Server Side Rendering (SSR) of Create-React-App (CRA) app in 2020

Luis Barral
Luis Barral
December 19, 2023
React
SSR
Nodejs
Server Side Rendering (SSR) of Create-React-App (CRA) app in 2020

If you do a Google search on how to do SSR of a CRA app you will find a bunch of links. I would know, because I did it myself :)

I had a React app (created with CRA) using Redux to store its state and react-router to handle routes. And for that project, SEO and a good Lighthouse score were essentials. With that in mind, I searched for a way to add SSR to that app without major changes or refactors.

What I found can be classified in three categories:

1. Recent articles that were incomplete (from my point of view) because they don’t include Redux or routing in the solution.

2. Old articles (~2017) that, although are complete, aren’t usable in current versions of CRA and their dependencies.

3. A bunch of github modules/projects that are very old/unmaintained, giving birth to other approaches like Razzle or just suggesting you use more mature tools to handle SSR of React apps, like Next.js and GatsbyJS.

Long story short, I couldn’t find a simple way to do SSR of a CRA app that handles the state via Redux and also has routes. Because of this, I decided to add another article to the bunch of existing ones, albeit an aggiorned one!.
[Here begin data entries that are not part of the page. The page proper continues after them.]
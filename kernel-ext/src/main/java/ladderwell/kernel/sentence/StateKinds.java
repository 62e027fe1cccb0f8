package ladderwell.kernel.sentence;

import static ladderwell.quantity.Kind.ANGLE;
import static ladderwell.quantity.Kind.LENGTH;
import static ladderwell.quantity.Kind.MOMENTUM;
import static ladderwell.quantity.Kind.SQUEEZING;

/** The kinds of state, as the table of the language lists them. */
final class StateKinds {
    /** Oscillators with quanta. */
    private static final String[] LADDERS = {"harmonic", "kerr", "duffing", "hamiltonian"};

    private static final NounKind NUMBER = NounKind.of(
                    "number",
                    "number state",
                    "one level of the oscillator, the Fock state |n⟩ of a harmonic one",
                    "|n⟩")
            .alias("fock")
            .keys(Key.count("level", 0, Long.MAX_VALUE, "3", "the level n, counted from 0"))
            .ways(Way.of("level"));

    private static final NounKind COHERENT = NounKind.of(
                    "coherent",
                    "coherent state",
                    "the state that swings like the classical oscillator and keeps its shape",
                    "|α⟩, α = √n̄ e^{iφ},  a|α⟩ = α|α⟩")
            .homes(LADDERS)
            .keys(
                    Key.of("mean", Form.NUMBER, "9.5", "mean quanta n̄, any real number from 0")
                            .formula("n̄ = |α|²"),
                    Key.quantity("phase", "phase φ of α at time 0; 0 starts at the turning point on the +x side", ANGLE)
                            .standard("0 deg"),
                    Key.of("alpha", Form.COMPLEX, "1.5+0.5i", "the amplitude α").formula("n̄ = |α|²"),
                    Key.quantity("displacement", "mean position at time 0", LENGTH)
                            .formula("⟨x⟩ = √2 ℓ Re α,  ℓ = √(ħ/mω)")
                            .standard("0 where a momentum is given"),
                    Key.quantity("momentum", "mean momentum at time 0", MOMENTUM)
                            .formula("⟨p⟩ = √2 (ħ/ℓ) Im α,  ℓ = √(ħ/mω)")
                            .standard("0 where a displacement is given"))
            .ways(
                    Way.of("mean").with("phase"),
                    Way.of("alpha"),
                    Way.of("displacement").with("momentum"),
                    Way.of("momentum").with("displacement"));

    private static final NounKind SQUEEZED = NounKind.of(
                    "squeezed",
                    "squeezed state",
                    "the vacuum with one quadrature less uncertain than the other, displaced where a mean is given",
                    "D(α) S(ξ)|0⟩,  S(ξ) = exp[(ξ* a² − ξ a†²)/2],  ξ = r e^{2iθ}")
            .homes(LADDERS)
            .keys(
                    Key.quantity("squeezing", "how far the least variance lies below that of the vacuum", SQUEEZING)
                            .formula("10 log₁₀ e^{2r} dB; 6 dB is r = 0.691"),
                    Key.of("r", Form.NUMBER, "0.7", "the squeezing parameter r in place of dB, from 0 to 5")
                            .formula("least variance e^{−2r}/2, largest e^{2r}/2; the vacuum has ½"),
                    Key.quantity("angle", "angle θ of the quadrature of least variance; 0 squeezes the position", ANGLE)
                            .formula("x cos θ + p sin θ")
                            .standard("0 deg"),
                    Key.of("mean", Form.NUMBER, "4", "quanta |α|² of a displacement that follows the squeezing")
                            .standard("0, the squeezed vacuum"),
                    Key.quantity("phase", "phase of the displacement α; 0 displaces to the +x side", ANGLE)
                            .standard("0 deg"))
            .ways(
                    Way.of("squeezing").with("angle", "mean", "phase"),
                    Way.of("r").with("angle", "mean", "phase"));

    private static final NounKind CAT = NounKind.of(
                    "cat",
                    "cat state",
                    "coherent states evenly on a circle, all at once",
                    "Σ_j e^{ijχ}|α e^{2πij/k}⟩, normalised;  |α⟩ ± |−α⟩ for two")
            .homes(LADDERS)
            .keys(
                    Key.of("mean", Form.NUMBER, "4", "mean quanta of each component")
                            .formula("|α|²"),
                    Key.count("components", 2, 64, "2", "number k of coherent components")
                            .standard("2"),
                    Key.choice(
                                    "parity",
                                    "which levels of a cat of two components remain: the even or the odd ones",
                                    "even",
                                    "odd")
                            .formula("even: |α⟩ + |−α⟩;  odd: |α⟩ − |−α⟩")
                            .standard("even"),
                    Key.count("residue", 0, 63, "1", "the levels that remain, n ≡ residue modulo the components")
                            .formula("χ = −2π residue/k")
                            .standard("0"),
                    Key.quantity("relative phase", "phase χ from each component to the next", ANGLE)
                            .formula("|α⟩ + e^{iχ}|−α⟩ for two"),
                    Key.quantity("phase", "phase of α, the first component; 0 lies on the +x side", ANGLE)
                            .standard("0 deg"))
            .ways(
                    Way.of("mean").with("components", "parity", "phase"),
                    Way.of("mean").with("components", "relative phase", "phase"),
                    Way.of("mean").with("components", "residue", "phase"));

    private static final NounKind DISPLACED_NUMBER = NounKind.of(
                    "displaced number",
                    "displaced number state",
                    "a number state that swings like the classical oscillator and keeps its shape",
                    "D(α)|n⟩")
            .homes(LADDERS)
            .keys(
                    Key.count("level", 0, 1_000_000_000, "3", "the level n that is displaced, counted from 0"),
                    Key.of("mean", Form.NUMBER, "4", "quanta |α|² of the displacement")
                            .formula("⟨n⟩ = |α|² + n"),
                    Key.quantity("phase", "phase of α; 0 starts at the turning point on the +x side", ANGLE)
                            .standard("0 deg"),
                    Key.of("alpha", Form.COMPLEX, "1.5+0.5i", "the displacement α")
                            .formula("|α|² quanta"))
            .ways(Way.of("level", "mean").with("phase"), Way.of("level", "alpha"));

    private static final NounKind SUPERPOSITION = NounKind.of(
                    "superposition",
                    "superposition",
                    "several levels at once, each with its weight",
                    "Σ w_j |n_j⟩ / √(Σ |w_j|²)")
            .keys(
                    Key.of("levels", Form.COUNTS, "0 1 2", "the levels, counted from 0, each once"),
                    Key.of("weights", Form.COMPLEXES, "1 1i 0.5-0.2i", "weights of the levels, in the same order")
                            .formula("only their ratios count; the state is normalised")
                            .standard("all equal"))
            .ways(Way.of("levels").with("weights"));

    private static final NounKind GAUSSIAN = NounKind.of(
                    "gaussian",
                    "Gaussian packet",
                    "a packet thrown into an oscillator; what the bound levels cannot carry is refused",
                    "ψ ∝ exp(−(x − x₀)²/4Δx² + ip₀(x − x₀)/ħ),  ΔxΔp = ħ/2")
            .keys(
                    Key.quantity(
                                    "position",
                                    "mean position x₀, measured from the origin; the middle of a box or well",
                                    LENGTH,
                                    ANGLE)
                            .standard("0"),
                    Key.quantity("momentum", "mean momentum p₀", MOMENTUM).standard("0, at rest"),
                    Key.quantity("spread", "standard deviation Δx of the position", LENGTH, ANGLE))
            .ways(Way.of("spread").with("position", "momentum"));

    private static final Key SHIFT = Key.quantity(
                    "shift", "how far the other oscillator lies to the right", LENGTH, ANGLE)
            .standard("0");
    private static final Key OF = Key.reference("of", "oscillator", "cold", "the oscillator whose level it is");

    private static final NounKind GROUND = NounKind.of(
                    "ground",
                    "ground state of another oscillator",
                    "the ground state of another oscillator of the same particle, found in this one after a sudden change",
                    "Σ |k⟩⟨k|0′⟩")
            .links(OF)
            .keys(SHIFT)
            .ways(Way.of().with("shift"));

    private static final NounKind LEVEL = NounKind.of(
                    "level",
                    "level of another oscillator",
                    "a level of another oscillator of the same particle, found in this one after a sudden change",
                    "Σ |k⟩⟨k|n′⟩")
            .argument(
                    Key.count("number", 0, Long.MAX_VALUE, "3", "the level n of the other oscillator, counted from 0"))
            .links(OF)
            .keys(SHIFT)
            .ways(Way.of().with("shift"));

    private StateKinds() {}

    static NounKind[] all() {
        return new NounKind[] {COHERENT, NUMBER, SQUEEZED, CAT, DISPLACED_NUMBER, SUPERPOSITION, GAUSSIAN, GROUND, LEVEL
        };
    }
}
I recommend that you download the sample application from here before reading the article, so you can review it as you go along.

Step one - SSR 101


My idea is try to start simple: Express (just out of familiarity) will receive the first request to our app and render the template of the CRA app (/build/index.html) with the React App component (/src/App.js) rendered server side.

After that, the React app will continue the execution on the client side. So, the first thing I need to add to my CRA app is Express in order to have a web server to handle that first request. Then, I have to create a server folder to include all server side processing files.


vServer Side Rendering (SSR) of Create-React-App (CRA) app in 2020

Inside it you will have an index.js file to configure Express routes and a bootstrap.js file where the execution will start through node server/bootstrap.js. This bootstrap file will do most of the “magic” for the SSR.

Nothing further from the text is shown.